**What you have to do**
The required output is the exact run of lines below that opens at the line with "assert pytest.approx(constants.lb, rel=1e-12)" and closes at the line with "assert pytest.approx(GAL_L, rel=1e-12)".

**Provided records**
- - - - -
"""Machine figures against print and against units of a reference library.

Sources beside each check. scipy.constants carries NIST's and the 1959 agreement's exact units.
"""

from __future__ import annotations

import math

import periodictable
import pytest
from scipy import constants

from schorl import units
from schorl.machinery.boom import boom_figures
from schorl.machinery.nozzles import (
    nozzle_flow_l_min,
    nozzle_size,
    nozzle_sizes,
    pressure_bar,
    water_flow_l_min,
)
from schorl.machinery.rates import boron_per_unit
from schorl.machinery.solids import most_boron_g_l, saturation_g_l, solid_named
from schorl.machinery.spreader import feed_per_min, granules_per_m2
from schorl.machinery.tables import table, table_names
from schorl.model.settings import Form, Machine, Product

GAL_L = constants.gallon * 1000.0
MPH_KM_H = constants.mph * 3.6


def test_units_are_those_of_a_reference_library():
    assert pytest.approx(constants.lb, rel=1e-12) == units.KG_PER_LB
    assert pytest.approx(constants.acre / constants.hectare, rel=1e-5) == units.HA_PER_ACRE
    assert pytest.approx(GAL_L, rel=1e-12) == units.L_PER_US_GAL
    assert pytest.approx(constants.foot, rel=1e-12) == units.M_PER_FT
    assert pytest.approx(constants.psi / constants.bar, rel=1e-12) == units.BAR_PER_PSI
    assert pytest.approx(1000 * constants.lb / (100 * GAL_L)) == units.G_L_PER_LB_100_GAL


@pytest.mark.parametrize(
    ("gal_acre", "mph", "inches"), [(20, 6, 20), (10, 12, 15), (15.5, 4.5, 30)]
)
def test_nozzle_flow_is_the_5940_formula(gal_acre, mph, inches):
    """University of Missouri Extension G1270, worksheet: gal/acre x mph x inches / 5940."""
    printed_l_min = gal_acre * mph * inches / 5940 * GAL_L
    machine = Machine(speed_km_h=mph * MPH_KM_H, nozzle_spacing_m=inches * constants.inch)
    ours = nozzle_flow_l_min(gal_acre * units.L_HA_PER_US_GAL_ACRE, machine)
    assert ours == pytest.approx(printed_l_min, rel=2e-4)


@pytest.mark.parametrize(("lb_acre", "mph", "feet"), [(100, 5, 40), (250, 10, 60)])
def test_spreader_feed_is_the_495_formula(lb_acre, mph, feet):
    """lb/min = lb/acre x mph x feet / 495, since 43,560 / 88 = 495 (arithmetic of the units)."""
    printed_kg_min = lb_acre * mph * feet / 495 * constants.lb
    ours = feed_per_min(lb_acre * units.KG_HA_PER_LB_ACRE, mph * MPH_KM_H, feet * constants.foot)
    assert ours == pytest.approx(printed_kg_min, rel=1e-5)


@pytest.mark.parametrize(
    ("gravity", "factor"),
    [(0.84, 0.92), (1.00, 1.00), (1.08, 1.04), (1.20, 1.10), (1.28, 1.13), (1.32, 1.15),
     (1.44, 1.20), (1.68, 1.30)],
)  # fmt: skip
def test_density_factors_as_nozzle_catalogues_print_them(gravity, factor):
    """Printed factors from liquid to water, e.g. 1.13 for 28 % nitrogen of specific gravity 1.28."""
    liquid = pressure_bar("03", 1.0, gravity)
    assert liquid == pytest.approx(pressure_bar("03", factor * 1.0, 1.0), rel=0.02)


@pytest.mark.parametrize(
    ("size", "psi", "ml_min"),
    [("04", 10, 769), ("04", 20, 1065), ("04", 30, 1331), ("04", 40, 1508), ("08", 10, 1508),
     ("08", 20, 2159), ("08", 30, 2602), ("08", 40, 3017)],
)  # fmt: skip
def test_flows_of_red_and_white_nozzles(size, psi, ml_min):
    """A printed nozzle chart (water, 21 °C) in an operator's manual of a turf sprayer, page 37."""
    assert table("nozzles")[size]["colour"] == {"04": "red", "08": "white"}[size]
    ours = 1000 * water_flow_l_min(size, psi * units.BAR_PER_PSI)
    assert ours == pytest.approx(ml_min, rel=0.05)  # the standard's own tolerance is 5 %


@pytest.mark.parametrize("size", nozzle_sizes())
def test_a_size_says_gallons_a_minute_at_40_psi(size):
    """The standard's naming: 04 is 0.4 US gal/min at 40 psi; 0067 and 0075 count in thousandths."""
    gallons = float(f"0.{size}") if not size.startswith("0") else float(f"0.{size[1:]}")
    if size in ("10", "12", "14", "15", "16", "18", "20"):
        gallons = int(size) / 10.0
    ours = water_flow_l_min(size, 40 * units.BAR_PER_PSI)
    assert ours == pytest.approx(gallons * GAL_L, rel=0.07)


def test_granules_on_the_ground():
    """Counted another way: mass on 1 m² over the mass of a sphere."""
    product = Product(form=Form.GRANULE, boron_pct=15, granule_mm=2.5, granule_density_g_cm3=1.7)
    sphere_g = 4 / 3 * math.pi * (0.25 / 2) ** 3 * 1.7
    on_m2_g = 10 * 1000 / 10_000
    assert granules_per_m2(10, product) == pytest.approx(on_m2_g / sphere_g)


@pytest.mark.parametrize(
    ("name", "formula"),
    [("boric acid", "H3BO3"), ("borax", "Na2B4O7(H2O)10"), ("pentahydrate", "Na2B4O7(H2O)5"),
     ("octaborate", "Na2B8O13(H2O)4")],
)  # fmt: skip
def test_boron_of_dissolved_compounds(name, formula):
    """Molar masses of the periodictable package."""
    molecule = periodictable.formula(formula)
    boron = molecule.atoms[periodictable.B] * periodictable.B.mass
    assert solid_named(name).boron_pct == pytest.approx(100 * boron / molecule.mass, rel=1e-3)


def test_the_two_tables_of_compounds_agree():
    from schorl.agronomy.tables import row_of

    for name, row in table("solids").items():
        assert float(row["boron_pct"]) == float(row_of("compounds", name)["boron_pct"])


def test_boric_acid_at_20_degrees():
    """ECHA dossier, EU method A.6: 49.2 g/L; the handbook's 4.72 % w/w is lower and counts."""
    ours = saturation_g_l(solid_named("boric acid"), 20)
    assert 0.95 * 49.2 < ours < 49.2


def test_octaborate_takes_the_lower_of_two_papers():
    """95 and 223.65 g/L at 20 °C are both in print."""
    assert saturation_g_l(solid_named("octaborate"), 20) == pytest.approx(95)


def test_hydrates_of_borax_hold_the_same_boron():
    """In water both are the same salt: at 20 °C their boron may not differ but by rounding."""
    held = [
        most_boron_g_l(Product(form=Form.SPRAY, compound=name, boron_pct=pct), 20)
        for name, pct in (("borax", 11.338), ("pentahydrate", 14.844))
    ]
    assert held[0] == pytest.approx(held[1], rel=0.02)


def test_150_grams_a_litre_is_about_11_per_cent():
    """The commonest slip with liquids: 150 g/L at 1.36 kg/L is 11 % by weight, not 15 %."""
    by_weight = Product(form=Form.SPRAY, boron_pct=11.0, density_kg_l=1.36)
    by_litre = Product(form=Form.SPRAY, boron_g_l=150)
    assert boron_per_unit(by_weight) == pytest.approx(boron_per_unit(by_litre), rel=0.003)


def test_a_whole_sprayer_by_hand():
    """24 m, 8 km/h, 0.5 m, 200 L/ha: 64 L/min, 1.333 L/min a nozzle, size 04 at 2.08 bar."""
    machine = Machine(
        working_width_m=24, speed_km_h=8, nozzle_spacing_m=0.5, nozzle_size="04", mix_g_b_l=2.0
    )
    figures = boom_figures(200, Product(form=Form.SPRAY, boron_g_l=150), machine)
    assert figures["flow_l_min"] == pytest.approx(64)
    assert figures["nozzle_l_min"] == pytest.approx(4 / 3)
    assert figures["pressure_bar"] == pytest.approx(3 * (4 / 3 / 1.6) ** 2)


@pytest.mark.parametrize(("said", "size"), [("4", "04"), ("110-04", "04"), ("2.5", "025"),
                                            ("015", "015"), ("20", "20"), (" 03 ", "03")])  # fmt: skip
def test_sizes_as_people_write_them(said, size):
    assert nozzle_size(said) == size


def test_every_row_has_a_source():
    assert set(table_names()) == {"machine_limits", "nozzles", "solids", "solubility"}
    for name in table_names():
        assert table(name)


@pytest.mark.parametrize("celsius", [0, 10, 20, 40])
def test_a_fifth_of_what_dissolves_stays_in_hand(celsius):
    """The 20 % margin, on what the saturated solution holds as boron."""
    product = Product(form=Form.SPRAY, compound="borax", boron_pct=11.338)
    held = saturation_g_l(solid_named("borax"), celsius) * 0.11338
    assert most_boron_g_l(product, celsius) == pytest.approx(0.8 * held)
- - - - -
**Solved exercise**
    assert pytest.approx(constants.lb, rel=1e-12) == units.KG_PER_LB
    assert pytest.approx(constants.acre / constants.hectare, rel=1e-5) == units.HA_PER_ACRE
    assert pytest.approx(GAL_L, rel=1e-12) == units.L_PER_US_GAL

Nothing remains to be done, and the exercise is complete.